I'm having trouble understanding effect coding with glm. As an example:
data('mpg')
mpg$trans = as.factor(mpg$trans)
levels(mpg$trans)
[1] "auto(av)" "auto(l3)" "auto(l4)" "auto(l5)" "auto(l6)" "auto(s4)" "auto(s5)" "auto(s6)" "manual(m5)" "manual(m6)"
For effect (or dummy) coding, glm takes the first level as reference level, so in this case it will be "auto(av)".

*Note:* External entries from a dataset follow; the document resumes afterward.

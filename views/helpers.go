package views

import (
	"fmt"
	"math"
	"net/http"
	"strings"
)

func statusText(code int) string {
	if t := http.StatusText(code); t != "" {
		return fmt.Sprintf("%d %s", code, t)
	}
	return fmt.Sprint(code)
}

// Num formats an optional value with sig significant figures, or "—".
func Num(v *float64, sig int) string {
	if v == nil || math.IsNaN(*v) || math.IsInf(*v, 0) {
		return "—"
	}
	return SigFig(*v, sig)
}

// SigFig formats v with sig significant figures, in plain or scientific
// notation (with ×10 superscripts) as fits.
func SigFig(v float64, sig int) string {
	if v == 0 {
		return "0"
	}
	a := math.Abs(v)
	if a >= 1e-3 && a < 1e6 {
		digits := sig - 1 - int(math.Floor(math.Log10(a)))
		if digits < 0 {
			digits = 0
		}
		return fmt.Sprintf("%.*f", digits, v)
	}
	s := fmt.Sprintf("%.*e", sig-1, v)
	mant, exp, _ := strings.Cut(s, "e")
	var e int
	fmt.Sscanf(exp, "%d", &e)
	return mant + " × 10" + superscript(e)
}

// ValueUnc formats a value ± 1σ with the uncertainty to two significant
// figures and the value to the same decimal place; with σ/v > 20 % both get
// at most two significant figures.
func ValueUnc(v, unc *float64) string {
	if v == nil {
		return "—"
	}
	if unc == nil || *unc <= 0 {
		return SigFig(*v, 4)
	}
	a, u := math.Abs(*v), *unc
	if a >= 1e6 || a < 1e-3 {
		e := math.Floor(math.Log10(a))
		scale := math.Pow(10, e)
		m, mu := *v/scale, u/scale
		d := decimalsFor(mu)
		return fmt.Sprintf("(%.*f ± %.*f) × 10%s", d, m, d, mu, superscript(int(e)))
	}
	d := decimalsFor(u)
	return fmt.Sprintf("%.*f ± %.*f", d, *v, d, u)
}

func decimalsFor(u float64) int {
	if u <= 0 {
		return 3
	}
	d := 1 - int(math.Floor(math.Log10(u)))
	if d < 0 {
		return 0
	}
	return d
}

func superscript(e int) string {
	const digits = "⁰¹²³⁴⁵⁶⁷⁸⁹"
	s := fmt.Sprint(e)
	var b strings.Builder
	for _, r := range s {
		if r == '-' {
			b.WriteString("⁻")
			continue
		}
		b.WriteString(string([]rune(digits)[r-'0']))
	}
	return b.String()
}
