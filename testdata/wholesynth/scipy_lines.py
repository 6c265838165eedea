#!/usr/bin/python3
"""A plain numpy/scipy line-by-line analysis of the wholesynth spectra: the
reference competitor in the accuracy table of the whole-spectrum fit. It
is written the way a careful user would write it in an afternoon, and it
is NOT tuned to this set (its choices are fixed below and were not
adjusted after looking at its errors).

    /usr/bin/python3 testdata/wholesynth/scipy_lines.py

writes scipy_lines_results.json next to this script (one entry per
spectrum: n_e, T_exc, their 1 sigma, and per line what was fitted).

Per spectrum, with what the truth file gives the analysis as known
(instrument FWHM, gas temperature, response file) -- the same inputs
glowlog's analysis gets:
1. numpy.loadtxt (comments and the header line skipped); counts per nm = counts / pixel width (numpy.gradient of
   the axis); divided by the response (linear interpolation of the
   response file): photon spectral density.
2. Noise: robust sigma of the first differences (1.4826 MAD / sqrt 2) in
   each window.
3. Per Balmer member n = 3..12 whose centre lies inside the range (at least
   one window's half width from the ends is not required): window
   +-max(2 nm, 10 x instrument FWHM), at most halfway to the neighbouring
   members; a line counts as detected when its peak above the window's
   edge level exceeds 5 sigma.
4. scipy.optimize.curve_fit of area x scipy.special.voigt_profile(x - x0,
   sigma, gamma) + a + b (x - x0), unweighted (covariance scaled by the
   residuals, curve_fit's default), values at pixel centres (no pixel
   integration). The Gaussian part is fixed, the plain way: sigma =
   w_G / (2 sqrt(2 ln 2)), w_G^2 = instrument^2 + Doppler(T_gas)^2
   (Doppler FWHM = lambda sqrt(8 k T ln2 / (m_H c^2))). Then a second fit on
   a window of +-max(5 x fitted Voigt FWHM, 10 x instrument FWHM) (same
   neighbour limit).
5. Electron density from the Lorentzian FWHM w_L = 2 gamma taken as the
   Stark width, Gigosos, Gonzalez & Cardenoso 2003 (Spectrochim. Acta B
   58, 1489) as quoted in physics.md section 4.1: Hbeta FWHM
   n_e = 1e23 (w_L / 4.800 nm)^1.46808 m^-3; Halpha FWHA (= FWHM for a
   Lorentzian) n_e = 1e23 (w_L / 1.098 nm)^1.47135 m^-3. Hbeta's value is
   used when Hbeta was fitted, else Halpha's. 1 sigma by propagating
   gamma's.
6. Excitation temperature: weighted straight line through
   y = ln(area / (g_k A_k)) against E_k of the detected lines with a
   relative area error below 50 % (numpy.polyfit, weights 1/sigma_y;
   covariance scaled by chi^2/dof for three lines or more, unscaled for
   two), T = -1/(k slope), sigma_T = k T^2 sigma_slope. Line data: NIST
   ASD as in gen.py (g_k A_k for n = 3-6 from Wiese & Fuhr 2009 via NIST;
   n >= 7 the exact values of physics.md section 1.2).
"""
import glob
import json
import os

import numpy as np
from scipy import constants as sc
from scipy.optimize import curve_fit
from scipy.special import voigt_profile

HERE = os.path.dirname(os.path.abspath(__file__))
KB_EV = sc.k / sc.e
HC_EV_CM = sc.h * sc.c / sc.e * 100.0
M_H = 1.00794 * sc.atomic_mass

# upper level: NIST air wavelength (nm), E_k (eV), g_k, A_k2 (s^-1) -- see gen.py
LINES = {
    3: (656.279, 97492.304 * HC_EV_CM, 18, 4.4101e7),
    4: (486.135, 102823.904 * HC_EV_CM, 32, 8.4193e6),
    5: (434.0472, 105291.657 * HC_EV_CM, 50, 2.5304e6),
    6: (410.1734, 106632.168 * HC_EV_CM, 72, 9.7320e5),
    7: (397.0075, 13.32092, 98, 4.3889e5),
    8: (388.9064, 13.38596, 128, 2.2148e5),
    9: (383.5397, 13.43055, 162, 1.2156e5),
    10: (379.7909, 13.46245, 200, 7.1224e4),
    11: (377.0633, 13.48605, 242, 4.3972e4),
    12: (375.0151, 13.50400, 288, 2.8337e4),
}
GGC = {4: (4.800, 1.46808), 3: (1.098, 1.47135)}  # nm coefficient, inverse exponent (physics.md 4.1)


def doppler_fwhm(lam, t):
    return lam * np.sqrt(8 * sc.k * t * np.log(2) / (M_H * sc.c ** 2))


def model(x, area, x0, gamma, a, b, sigma):
    return area * voigt_profile(x - x0, sigma, gamma) + a + b * (x - x0)


def robust_sigma(y):
    d = np.diff(y)
    return 1.4826 * np.median(np.abs(d - np.median(d))) / np.sqrt(2)


def fit_line(x, y, lam0, hw, sigma, lo_lim, hi_lim):
    m = (x >= max(lam0 - hw, lo_lim)) & (x <= min(lam0 + hw, hi_lim))
    xw, yw = x[m], y[m]
    if xw.size < 8:
        return None
    n_edge = max(3, xw.size // 20)
    base = 0.5 * (np.median(yw[:n_edge]) + np.median(yw[-n_edge:]))
    noise = robust_sigma(yw)
    c = np.abs(xw - lam0) <= max(3 * sigma * 2.355, 0.2)
    peak = (yw[c].max() - base) if c.any() else 0.0
    if not (peak > 5 * noise):
        return dict(detected=False, peak_over_noise=float(peak / noise) if noise > 0 else None)
    area0 = max(np.sum(yw - base) * np.mean(np.diff(xw)), peak * sigma)
    p0 = [area0, lam0, max(0.5 * sigma, 1e-4), base, 0.0]
    f = lambda xx, area, x0, gamma, a, b: model(xx, area, x0, gamma, a, b, sigma)
    try:
        p, cov = curve_fit(f, xw, yw, p0=p0, bounds=([0, lam0 - 1, 0, -np.inf, -np.inf], [np.inf, lam0 + 1, np.inf, np.inf, np.inf]),
                           maxfev=20000)
    except (RuntimeError, ValueError) as e:
        return dict(detected=True, failed=str(e))
    err = np.sqrt(np.clip(np.diag(cov), 0, None))
    if not np.all(np.isfinite(err)):
        return dict(detected=True, failed="covariance not finite")
    wl = 2 * p[2]
    wv = 0.5346 * wl + np.sqrt(0.2166 * wl ** 2 + (2.3548 * sigma) ** 2)  # Olivero & Longbothum 1977
    return dict(detected=True, area=float(p[0]), area_unc=float(err[0]), center_nm=float(p[1]),
                lorentz_fwhm_nm=float(wl), lorentz_fwhm_unc_nm=float(2 * err[2]), voigt_fwhm_nm=float(wv),
                window_nm=[float(xw[0]), float(xw[-1])], pixels=int(xw.size), peak_over_noise=float(peak / noise))


def load(name):
    """numpy.loadtxt of a CSV with '#' comments and one header line."""
    with open(os.path.join(HERE, name)) as f:
        rows = [l for l in f if not l.startswith("#")]
    return np.loadtxt(rows[1:], delimiter=",")


def analyse(truth):
    d = load(truth["spectrum"])
    x, counts = d[:, 0], d[:, 1]
    r = load(truth["response"])
    y = counts / np.gradient(x) / np.interp(x, r[:, 0], r[:, 1])
    inst, tgas = truth["instrument_fwhm_nm"], truth["gas_temperature_K"]
    present = sorted(u for u, ln in LINES.items() if x[0] < ln[0] < x[-1])
    out = dict(lines={})
    for u in present:
        lam0 = LINES[u][0]
        wg = np.hypot(inst, doppler_fwhm(lam0, tgas))
        sigma = wg / (2 * np.sqrt(2 * np.log(2)))
        # halfway to the neighbouring members
        nb = [LINES[v][0] for v in LINES if v != u]
        lo_lim = max([x[0]] + [(lam0 + c) / 2 for c in nb if c < lam0])
        hi_lim = min([x[-1]] + [(lam0 + c) / 2 for c in nb if c > lam0])
        r1 = fit_line(x, y, lam0, max(2.0, 10 * inst), sigma, lo_lim, hi_lim)
        if r1 and "area" in r1:
            r2 = fit_line(x, y, lam0, max(5 * r1["voigt_fwhm_nm"], 10 * inst), sigma, lo_lim, hi_lim)
            if r2 and "area" in r2:
                r1 = r2
        out["lines"][str(u)] = r1
    # density
    for u in (4, 3):
        ln = out["lines"].get(str(u))
        if ln and "area" in ln and ln["lorentz_fwhm_nm"] > 0:
            c, e = GGC[u]
            w, sw = ln["lorentz_fwhm_nm"], ln["lorentz_fwhm_unc_nm"]
            ne = 1e23 * (w / c) ** e
            out.update(electron_density_m3=ne, electron_density_unc_m3=ne * e * sw / w, density_line=u)
            break
    # Boltzmann plot
    pts = []
    for u in present:
        ln = out["lines"].get(str(u))
        if ln and "area" in ln and ln["area"] > 0 and ln["area_unc"] < 0.5 * ln["area"]:
            _, ek, g, a = LINES[u]
            pts.append((ek, np.log(ln["area"] / (g * a)), ln["area_unc"] / ln["area"], u))
    out["boltzmann_lines"] = [p[3] for p in pts]
    if len(pts) >= 2:
        e, yy, sy = (np.array([p[i] for p in pts]) for i in range(3))
        if len(pts) >= 3:
            coef, cov = np.polyfit(e, yy, 1, w=1 / sy, cov=True)
        else:
            coef, cov = np.polyfit(e, yy, 1, w=1 / sy, cov="unscaled")
        slope, ss = coef[0], np.sqrt(cov[0, 0])
        if slope < 0:
            t = -1 / (KB_EV * slope)
            out.update(excitation_temperature_K=float(t), excitation_temperature_unc_K=float(KB_EV * t * t * ss))
    return out


def main():
    res = {}
    for f in sorted(glob.glob(os.path.join(HERE, "*.truth.json"))):
        truth = json.load(open(f))
        res[truth["spectrum"]] = analyse(truth)
    with open(os.path.join(HERE, "scipy_lines_results.json"), "w") as f:
        json.dump(dict(script="testdata/wholesynth/scipy_lines.py", results=res), f, indent=1, sort_keys=True)
        f.write("\n")
    # summary
    for grp in ("survey", "hires"):
        ne, te = [], []
        for f in sorted(glob.glob(os.path.join(HERE, grp + "_*.truth.json"))):
            t = json.load(open(f))
            r = res[t["spectrum"]]
            if "electron_density_m3" in r:
                ne.append(abs(r["electron_density_m3"] / t["electron_density_m3"] - 1))
            if "excitation_temperature_K" in r:
                te.append(abs(r["excitation_temperature_K"] / t["excitation_temperature_K"] - 1))
        print("%-7s n_e %d values, median |err| %.3f; T_exc %d values, median |err| %s" % (
            grp, len(ne), np.median(ne) if ne else np.nan, len(te), "%.3f" % np.median(te) if te else "-"))


if __name__ == "__main__":
    main()
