// Compact storage of a result's plot series (the PlotFloats of the
// windows and of the whole-spectrum fit, ~70 % of a whole-route result's
// JSON text). AppendJSONSplit writes the JSON with every non-empty series
// replaced by a placeholder, [null], and the series themselves into a
// separate binary form; ExpandSeries puts them back, giving AppendJSON's
// bytes exactly: the series are kept as the decimal digits their JSON
// text has (eight significant digits, plotDigits), not recomputed, and
// written by the same code (appendDigits8) as AppendJSON writes them.
//
// The binary form ("series"): the magic bytes 'G' 'S' and the format
// version (1 or 2), the number of series (uvarint), then per series a
// header (uvarint) and its values, in the order of the placeholders in
// the JSON (AppendJSONSplit makes sure the JSON holds no other "[null]").
// The header is the series' length in version 1; in version 2 it is
// length<<2 | mode, the mode saying how the mantissas are coded: 0 by
// their first differences (all series of version 1), 1 by their second
// differences (AppendJSONSplit's choice for the wavelengths, an even
// grid, and the models, which are smooth: ~1 and ~1.6 bytes a value
// instead of ~3 and ~2), 2 as residuals (below). Each value is one
// uvarint u:
//
//   - u&3 == 0: same decimal exponent as the previous value of the
//     series; the signed eight-digit mantissa (±m) differs from the
//     previous one by d = zigzag⁻¹(u>>2), or in mode 1 by d plus the
//     previous difference (0 at a series' start and after a new
//     exponent; a null or a value in bytes leaves it, like the previous
//     mantissa, unchanged);
//   - u&3 == 1: a new exponent, previous + zigzag⁻¹(u>>2), followed by a
//     uvarint zigzag(±m);
//   - u == 2: a NaN or ±Inf (written as null);
//   - u == 3: a value AppendJSON leaves to strconv (zeros, extreme
//     magnitudes, near-ties of the eighth digit), followed by its eight
//     bytes (IEEE 754, little-endian).
//
// The previous exponent and mantissa start at 0 for every series.
//
// Mode 2 codes a residual (data − model) against the two series before
// it in the form, which have its length (the data and the model; their
// eight-digit values D and M): where D and M have digits with the same
// exponent and differ, the value is predicted from D − M in integers
// (residual P with exponent eP, predictResidual), and
//
//   - u&3 == 0: the value has exponent eP and mantissa P + zigzag⁻¹(u>>2)
//     (the mantissas of D and M are off by half a unit at most: the
//     difference takes about a byte instead of 4–5);
//   - u&3 == 1: exponent eP + zigzag⁻¹(u>>2) (0 in place of eP without a
//     prediction), followed by a uvarint zigzag(±m);
//   - u == 2 and u == 3 as above.
//
// AppendJSONSplit offers mode 2 for each residual and keeps it where it
// is the smaller.
// Spectra's series take about 1–5 bytes a value instead of about 10 as
// text. AppendJSONSplit writes version 2; ExpandSeries reads both (rows
// stored before version 2 keep their version-1 form).

// seriesMagic starts the binary form AppendJSONSplit writes (format
// version 2); seriesMagicV1 the form of version 1.
var (
	seriesMagic   = []byte{'G', 'S', 2}
	seriesMagicV1 = []byte{'G', 'S', 1}
)

// seriesPlaceholder is what AppendJSONSplit writes for a series.
var seriesPlaceholder = []byte(placeholderText)

// placeholderText is seriesPlaceholder as a string.
const placeholderText = "[null]"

mpg_glm = glm(hwy ~ trans, data = mpg, contrasts = list(trans = contr.sum))
summary(mpg_glm)
Coefficients:
Estimate Std. Error t value Pr(>|t|)
(Intercept) 24.4173 0.7318 33.366 < 2e-16 ***
trans1 3.3827 2.3592 1.434 0.153017
trans2 2.5827 3.6210 0.713 0.476426
trans3 -2.4534 0.9157 -2.679 0.007928 **
trans4 -3.6993 1.0865 -3.405 0.000784 ***
trans5 -4.4173 2.1743 -2.032 0.043375 *
trans6 1.2494 2.9866 0.418 0.676105
trans7 0.9160 2.9866 0.307 0.759341
trans8 0.7702 1.4517 0.531 0.596262
trans9 1.8758 0.9845 1.905 0.058011 .
So I'm now thinking that trans1 actually is the second level ("auto(l3)"), because the first one is the reference level. To test this I relevel the factor, so that I will see the coefficient for the first level ("auto(av)"):
mpg$trans <- relevel(mpg$trans, ref="auto(l3)")
levels(mpg$trans)
"auto(l3)" "auto(av)" "auto(l4)" "auto(l5)" "auto(l6)" "auto(s4)" "auto(s5)" "auto(s6)" "manual(m5)" "manual(m6)"
Now I'm expecting to see the coefficient of the first level and the coefficient of the second level is gone (because that is now the reference level):
mpg_glm = glm(hwy ~ trans, data = mpg, contrasts = list(trans = contr.sum))
summary(mpg_glm)
Coefficients:
Estimate Std. Error t value Pr(>|t|)
(Intercept) 24.4173 0.7318 33.366 < 2e-16 ***
trans1 2.5827 3.6210 0.713 0.476426
trans2 3.3827 2.3592 1.434 0.153017
trans3 -2.4534 0.9157 -2.679 0.007928 **
trans4 -3.6993 1.0865 -3.405 0.000784 ***
trans5 -4.4173 2.1743 -2.032 0.043375 *
trans6 1.2494 2.9866 0.418 0.676105
trans7 0.9160 2.9866 0.307 0.759341
trans8 0.7702 1.4517 0.531 0.596262
trans9 1.8758 0.9845 1.905 0.058011 .
I see that the only thing that is changed, is that the first 2 coefficients are switched, so which level is taken as reference?? what am I missing here?